#### WHAT TO PRODUCE
Look through the entries below and return all lines including the word "tomllib".

Start of PROVIDED RECORDS

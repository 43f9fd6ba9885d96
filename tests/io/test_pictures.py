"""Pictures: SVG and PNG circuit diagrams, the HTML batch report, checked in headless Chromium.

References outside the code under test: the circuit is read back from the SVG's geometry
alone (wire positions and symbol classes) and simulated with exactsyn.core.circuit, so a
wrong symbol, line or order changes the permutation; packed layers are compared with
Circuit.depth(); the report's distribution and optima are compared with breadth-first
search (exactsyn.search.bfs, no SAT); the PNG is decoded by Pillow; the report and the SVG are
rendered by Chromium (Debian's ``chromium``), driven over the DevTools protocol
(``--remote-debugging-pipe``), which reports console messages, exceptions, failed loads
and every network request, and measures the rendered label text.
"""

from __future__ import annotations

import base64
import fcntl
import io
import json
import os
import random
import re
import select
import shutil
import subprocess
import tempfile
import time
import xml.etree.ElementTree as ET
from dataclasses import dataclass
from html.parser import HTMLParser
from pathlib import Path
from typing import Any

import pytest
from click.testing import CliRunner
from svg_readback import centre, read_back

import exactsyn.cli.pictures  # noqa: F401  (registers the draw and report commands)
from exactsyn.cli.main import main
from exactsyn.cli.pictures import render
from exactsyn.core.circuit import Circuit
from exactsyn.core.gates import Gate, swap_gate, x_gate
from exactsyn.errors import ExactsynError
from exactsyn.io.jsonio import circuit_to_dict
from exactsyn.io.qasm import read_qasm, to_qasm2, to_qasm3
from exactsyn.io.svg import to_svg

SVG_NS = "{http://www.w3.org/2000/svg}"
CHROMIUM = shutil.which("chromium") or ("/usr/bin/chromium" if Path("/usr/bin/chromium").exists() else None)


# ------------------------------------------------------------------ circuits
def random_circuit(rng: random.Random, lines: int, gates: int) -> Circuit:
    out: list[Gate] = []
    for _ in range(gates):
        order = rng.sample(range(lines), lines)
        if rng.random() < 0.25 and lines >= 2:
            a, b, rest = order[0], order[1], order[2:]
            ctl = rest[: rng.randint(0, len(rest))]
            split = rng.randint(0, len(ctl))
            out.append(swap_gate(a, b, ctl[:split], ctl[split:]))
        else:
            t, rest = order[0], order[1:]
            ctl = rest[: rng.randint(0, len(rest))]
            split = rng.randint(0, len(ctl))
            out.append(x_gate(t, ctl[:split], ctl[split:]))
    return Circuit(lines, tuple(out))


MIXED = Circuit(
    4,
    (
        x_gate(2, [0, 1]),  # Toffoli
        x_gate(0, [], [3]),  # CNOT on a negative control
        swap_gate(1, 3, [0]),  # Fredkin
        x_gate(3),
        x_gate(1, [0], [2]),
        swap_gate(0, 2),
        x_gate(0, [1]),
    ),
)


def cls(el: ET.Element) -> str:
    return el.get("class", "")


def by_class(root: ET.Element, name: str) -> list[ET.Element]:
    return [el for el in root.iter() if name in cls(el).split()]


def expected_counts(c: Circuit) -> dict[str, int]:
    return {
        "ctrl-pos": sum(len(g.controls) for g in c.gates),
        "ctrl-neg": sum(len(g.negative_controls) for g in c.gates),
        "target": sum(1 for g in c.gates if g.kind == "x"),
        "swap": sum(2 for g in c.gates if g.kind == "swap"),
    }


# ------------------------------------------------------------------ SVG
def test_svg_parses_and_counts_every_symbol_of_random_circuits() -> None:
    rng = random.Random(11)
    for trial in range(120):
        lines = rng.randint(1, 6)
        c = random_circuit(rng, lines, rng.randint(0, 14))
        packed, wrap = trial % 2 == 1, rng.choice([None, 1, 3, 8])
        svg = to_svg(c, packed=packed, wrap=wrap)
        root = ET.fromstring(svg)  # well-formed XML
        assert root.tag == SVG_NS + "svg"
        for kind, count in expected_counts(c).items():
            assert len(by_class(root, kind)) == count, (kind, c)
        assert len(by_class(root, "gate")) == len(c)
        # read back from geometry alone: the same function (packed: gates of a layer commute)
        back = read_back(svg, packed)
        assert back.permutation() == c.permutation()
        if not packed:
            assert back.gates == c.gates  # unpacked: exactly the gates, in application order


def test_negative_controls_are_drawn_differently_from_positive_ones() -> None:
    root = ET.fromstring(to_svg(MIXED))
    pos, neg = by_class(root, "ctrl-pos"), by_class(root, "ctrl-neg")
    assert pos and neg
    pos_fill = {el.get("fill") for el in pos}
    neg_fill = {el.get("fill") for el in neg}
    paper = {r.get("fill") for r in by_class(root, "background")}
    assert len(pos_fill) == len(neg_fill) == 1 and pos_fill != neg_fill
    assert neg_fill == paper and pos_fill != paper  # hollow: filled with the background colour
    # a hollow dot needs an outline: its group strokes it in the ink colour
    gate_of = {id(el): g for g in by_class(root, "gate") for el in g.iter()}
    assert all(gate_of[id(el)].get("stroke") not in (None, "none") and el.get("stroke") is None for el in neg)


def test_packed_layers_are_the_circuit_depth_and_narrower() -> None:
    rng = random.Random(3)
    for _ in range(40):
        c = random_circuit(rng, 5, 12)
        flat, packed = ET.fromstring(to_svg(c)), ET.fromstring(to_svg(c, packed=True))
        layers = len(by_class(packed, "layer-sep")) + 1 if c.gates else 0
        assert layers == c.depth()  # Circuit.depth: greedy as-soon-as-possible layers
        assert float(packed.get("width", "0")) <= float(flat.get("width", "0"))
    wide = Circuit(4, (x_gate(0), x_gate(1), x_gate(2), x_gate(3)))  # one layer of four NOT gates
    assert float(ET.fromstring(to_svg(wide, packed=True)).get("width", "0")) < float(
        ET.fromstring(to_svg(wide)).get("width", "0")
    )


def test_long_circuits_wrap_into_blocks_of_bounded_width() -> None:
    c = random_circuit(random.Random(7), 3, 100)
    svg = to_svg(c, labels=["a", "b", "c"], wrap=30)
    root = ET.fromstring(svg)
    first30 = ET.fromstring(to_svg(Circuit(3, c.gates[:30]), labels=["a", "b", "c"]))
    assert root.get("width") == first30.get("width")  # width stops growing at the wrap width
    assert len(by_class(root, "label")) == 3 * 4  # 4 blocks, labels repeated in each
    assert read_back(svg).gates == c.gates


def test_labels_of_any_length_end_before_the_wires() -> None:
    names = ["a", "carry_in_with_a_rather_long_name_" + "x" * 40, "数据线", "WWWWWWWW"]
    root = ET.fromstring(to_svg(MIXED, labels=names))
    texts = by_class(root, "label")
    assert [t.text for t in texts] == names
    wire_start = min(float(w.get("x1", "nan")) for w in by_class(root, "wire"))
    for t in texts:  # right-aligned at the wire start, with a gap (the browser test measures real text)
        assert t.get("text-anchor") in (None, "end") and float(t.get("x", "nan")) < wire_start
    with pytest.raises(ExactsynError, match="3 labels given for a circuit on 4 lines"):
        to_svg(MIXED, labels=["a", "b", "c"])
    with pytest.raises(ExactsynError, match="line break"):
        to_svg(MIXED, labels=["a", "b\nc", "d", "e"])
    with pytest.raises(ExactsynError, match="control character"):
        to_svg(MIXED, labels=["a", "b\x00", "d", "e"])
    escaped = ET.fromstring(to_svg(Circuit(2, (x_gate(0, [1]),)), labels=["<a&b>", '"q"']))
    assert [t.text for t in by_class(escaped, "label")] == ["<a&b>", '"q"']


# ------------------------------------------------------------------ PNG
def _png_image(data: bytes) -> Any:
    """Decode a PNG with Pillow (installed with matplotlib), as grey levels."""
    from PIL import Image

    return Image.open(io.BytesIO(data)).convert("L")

End of PROVIDED RECORDS
Start of PROVIDED RECORDS

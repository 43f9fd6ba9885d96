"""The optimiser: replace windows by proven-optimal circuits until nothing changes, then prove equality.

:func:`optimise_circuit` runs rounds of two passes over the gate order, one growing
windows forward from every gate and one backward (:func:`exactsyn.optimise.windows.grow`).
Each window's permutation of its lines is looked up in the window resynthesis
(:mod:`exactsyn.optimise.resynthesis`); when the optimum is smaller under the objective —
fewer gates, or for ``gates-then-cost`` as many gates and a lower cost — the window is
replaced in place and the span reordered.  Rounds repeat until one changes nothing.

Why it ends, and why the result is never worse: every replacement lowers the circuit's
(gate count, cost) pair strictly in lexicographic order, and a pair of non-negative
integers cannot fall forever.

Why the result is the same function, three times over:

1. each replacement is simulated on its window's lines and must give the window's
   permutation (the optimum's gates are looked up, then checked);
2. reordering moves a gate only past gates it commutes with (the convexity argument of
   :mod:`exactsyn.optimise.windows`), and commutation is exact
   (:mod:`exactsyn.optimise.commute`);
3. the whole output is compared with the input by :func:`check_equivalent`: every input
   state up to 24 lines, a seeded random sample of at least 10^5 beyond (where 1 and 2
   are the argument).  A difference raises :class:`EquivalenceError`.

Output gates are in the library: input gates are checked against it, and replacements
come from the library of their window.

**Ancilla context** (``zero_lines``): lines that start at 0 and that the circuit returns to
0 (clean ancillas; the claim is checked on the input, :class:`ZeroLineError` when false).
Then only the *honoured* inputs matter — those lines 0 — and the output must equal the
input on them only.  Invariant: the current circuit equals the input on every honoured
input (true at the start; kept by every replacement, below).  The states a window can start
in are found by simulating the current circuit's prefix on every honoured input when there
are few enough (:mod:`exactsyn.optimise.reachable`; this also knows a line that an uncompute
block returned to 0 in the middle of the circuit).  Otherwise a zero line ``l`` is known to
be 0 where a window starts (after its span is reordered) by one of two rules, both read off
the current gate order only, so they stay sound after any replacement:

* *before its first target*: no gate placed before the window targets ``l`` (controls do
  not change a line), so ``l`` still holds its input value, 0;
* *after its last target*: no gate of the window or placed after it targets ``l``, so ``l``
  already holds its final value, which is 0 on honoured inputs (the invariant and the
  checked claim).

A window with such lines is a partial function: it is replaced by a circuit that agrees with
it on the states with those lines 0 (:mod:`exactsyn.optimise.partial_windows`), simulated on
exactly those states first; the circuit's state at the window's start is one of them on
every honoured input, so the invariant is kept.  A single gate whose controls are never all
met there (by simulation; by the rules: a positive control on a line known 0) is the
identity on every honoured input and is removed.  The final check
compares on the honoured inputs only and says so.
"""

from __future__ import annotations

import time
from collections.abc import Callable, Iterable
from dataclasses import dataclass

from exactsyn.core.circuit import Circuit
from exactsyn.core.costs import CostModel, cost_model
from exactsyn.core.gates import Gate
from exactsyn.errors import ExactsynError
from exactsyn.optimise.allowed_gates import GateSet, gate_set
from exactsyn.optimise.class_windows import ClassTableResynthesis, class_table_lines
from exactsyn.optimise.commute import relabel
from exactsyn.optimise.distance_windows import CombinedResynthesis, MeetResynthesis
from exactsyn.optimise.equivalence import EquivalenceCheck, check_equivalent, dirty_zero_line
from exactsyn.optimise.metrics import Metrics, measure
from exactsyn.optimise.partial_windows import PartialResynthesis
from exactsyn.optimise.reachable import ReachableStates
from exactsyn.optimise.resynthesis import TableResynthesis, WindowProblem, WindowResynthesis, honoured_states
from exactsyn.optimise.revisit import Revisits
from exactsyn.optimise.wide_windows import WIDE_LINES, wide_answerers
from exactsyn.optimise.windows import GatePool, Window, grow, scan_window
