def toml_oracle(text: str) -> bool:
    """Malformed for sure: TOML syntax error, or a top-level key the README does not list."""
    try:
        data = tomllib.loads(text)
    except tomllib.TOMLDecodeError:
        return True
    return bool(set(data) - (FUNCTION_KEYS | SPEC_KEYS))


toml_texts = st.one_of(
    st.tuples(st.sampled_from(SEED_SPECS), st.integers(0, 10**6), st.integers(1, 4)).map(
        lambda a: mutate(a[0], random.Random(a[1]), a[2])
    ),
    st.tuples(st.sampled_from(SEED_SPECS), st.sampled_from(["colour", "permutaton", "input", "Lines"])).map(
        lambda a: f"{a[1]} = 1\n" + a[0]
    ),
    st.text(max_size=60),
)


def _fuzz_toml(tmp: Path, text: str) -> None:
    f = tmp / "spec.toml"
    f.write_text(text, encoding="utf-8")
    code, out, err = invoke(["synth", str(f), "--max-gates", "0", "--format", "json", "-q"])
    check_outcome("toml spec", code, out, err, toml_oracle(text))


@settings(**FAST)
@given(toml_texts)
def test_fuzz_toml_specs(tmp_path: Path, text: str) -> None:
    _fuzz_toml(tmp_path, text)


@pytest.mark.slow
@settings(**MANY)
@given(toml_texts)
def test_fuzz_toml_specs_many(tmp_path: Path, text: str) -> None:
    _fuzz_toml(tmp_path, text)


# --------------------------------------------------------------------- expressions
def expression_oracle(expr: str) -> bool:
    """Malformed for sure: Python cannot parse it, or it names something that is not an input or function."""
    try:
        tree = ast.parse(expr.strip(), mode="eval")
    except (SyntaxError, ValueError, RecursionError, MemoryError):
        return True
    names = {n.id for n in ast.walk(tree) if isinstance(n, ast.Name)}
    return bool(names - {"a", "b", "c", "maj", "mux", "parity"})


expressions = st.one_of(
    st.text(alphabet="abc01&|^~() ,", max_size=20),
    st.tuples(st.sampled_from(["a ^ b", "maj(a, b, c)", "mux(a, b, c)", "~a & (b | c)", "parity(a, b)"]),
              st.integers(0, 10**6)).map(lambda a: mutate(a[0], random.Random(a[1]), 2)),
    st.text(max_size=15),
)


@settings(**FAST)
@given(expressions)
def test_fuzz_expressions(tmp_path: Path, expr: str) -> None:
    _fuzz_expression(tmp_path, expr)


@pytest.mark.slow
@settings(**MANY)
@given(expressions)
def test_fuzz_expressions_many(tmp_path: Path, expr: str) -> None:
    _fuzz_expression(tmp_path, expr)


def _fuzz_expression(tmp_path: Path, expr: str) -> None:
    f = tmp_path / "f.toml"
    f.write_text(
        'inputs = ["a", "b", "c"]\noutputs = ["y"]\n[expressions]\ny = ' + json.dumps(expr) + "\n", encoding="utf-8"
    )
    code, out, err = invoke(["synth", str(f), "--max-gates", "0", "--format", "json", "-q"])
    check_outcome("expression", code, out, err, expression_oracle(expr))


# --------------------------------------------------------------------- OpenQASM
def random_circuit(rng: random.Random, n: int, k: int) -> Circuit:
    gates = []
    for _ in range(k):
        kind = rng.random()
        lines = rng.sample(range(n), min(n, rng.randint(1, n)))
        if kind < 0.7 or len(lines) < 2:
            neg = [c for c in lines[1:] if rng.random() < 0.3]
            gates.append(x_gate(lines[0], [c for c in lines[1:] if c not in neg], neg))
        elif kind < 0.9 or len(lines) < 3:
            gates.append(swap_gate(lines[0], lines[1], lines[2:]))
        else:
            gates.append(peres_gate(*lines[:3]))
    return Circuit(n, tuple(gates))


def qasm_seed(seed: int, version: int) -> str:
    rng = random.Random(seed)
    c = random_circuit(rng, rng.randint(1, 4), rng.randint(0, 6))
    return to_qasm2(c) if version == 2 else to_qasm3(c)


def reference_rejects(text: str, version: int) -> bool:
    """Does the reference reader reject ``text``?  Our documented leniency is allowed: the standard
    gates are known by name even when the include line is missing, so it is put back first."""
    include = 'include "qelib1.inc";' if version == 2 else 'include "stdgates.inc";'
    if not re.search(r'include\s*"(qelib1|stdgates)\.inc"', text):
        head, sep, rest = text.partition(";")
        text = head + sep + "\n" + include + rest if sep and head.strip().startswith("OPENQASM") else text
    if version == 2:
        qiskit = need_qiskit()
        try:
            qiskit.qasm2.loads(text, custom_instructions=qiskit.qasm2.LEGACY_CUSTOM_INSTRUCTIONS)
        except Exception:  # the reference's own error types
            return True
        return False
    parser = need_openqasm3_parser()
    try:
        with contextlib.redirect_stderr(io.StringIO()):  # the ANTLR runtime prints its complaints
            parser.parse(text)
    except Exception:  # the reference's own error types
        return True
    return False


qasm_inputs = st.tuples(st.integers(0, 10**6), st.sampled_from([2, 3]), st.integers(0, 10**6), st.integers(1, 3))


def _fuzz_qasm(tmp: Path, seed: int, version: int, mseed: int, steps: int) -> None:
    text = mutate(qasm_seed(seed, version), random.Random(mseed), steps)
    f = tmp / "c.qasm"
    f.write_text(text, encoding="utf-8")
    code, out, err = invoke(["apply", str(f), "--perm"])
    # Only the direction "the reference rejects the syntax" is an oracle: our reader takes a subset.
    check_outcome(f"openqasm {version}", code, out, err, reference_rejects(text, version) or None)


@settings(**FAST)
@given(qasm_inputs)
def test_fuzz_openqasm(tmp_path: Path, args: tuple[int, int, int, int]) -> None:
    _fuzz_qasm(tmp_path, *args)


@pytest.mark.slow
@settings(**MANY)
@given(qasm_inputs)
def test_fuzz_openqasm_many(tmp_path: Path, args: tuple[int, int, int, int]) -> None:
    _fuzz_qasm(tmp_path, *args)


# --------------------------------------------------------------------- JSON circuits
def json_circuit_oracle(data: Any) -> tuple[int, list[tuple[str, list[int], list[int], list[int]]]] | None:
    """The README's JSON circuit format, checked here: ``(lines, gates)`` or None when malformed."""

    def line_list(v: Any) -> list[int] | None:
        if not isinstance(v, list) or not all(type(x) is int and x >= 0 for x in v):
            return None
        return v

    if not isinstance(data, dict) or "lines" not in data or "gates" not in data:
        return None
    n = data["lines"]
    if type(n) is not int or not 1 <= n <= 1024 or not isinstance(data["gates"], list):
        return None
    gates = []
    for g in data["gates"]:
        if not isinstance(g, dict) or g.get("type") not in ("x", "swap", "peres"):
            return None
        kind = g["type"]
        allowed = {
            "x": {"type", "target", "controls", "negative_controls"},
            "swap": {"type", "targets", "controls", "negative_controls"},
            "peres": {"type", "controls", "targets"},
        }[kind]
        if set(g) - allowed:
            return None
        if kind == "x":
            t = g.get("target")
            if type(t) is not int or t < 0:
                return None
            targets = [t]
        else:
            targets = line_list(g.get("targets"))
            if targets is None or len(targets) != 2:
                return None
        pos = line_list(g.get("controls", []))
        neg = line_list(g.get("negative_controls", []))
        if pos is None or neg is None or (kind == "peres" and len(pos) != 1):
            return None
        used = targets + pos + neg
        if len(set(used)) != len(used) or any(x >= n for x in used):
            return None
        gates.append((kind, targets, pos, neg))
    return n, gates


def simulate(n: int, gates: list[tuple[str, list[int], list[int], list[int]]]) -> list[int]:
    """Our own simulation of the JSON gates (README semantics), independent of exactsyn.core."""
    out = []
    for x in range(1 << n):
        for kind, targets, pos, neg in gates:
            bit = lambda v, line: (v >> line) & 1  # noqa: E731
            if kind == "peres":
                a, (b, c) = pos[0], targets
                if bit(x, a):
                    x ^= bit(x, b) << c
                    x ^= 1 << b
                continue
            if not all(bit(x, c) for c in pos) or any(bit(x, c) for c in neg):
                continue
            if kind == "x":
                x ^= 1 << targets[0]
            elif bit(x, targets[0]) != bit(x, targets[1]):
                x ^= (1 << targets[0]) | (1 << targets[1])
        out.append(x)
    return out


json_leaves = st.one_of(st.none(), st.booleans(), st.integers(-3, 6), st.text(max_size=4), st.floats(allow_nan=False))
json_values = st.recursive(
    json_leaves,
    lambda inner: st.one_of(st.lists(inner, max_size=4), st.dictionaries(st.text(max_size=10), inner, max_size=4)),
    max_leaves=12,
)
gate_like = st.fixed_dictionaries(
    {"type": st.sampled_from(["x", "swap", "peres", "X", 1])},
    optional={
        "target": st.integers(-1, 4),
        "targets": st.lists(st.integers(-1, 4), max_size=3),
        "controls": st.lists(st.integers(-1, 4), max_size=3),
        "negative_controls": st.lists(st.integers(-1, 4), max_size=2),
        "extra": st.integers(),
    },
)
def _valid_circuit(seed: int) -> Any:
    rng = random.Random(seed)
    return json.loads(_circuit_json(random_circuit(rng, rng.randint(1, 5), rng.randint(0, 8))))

End of PROVIDED RECORDS

#### EXERCISE RESULT
        data = tomllib.loads(text)
    except tomllib.TOMLDecodeError:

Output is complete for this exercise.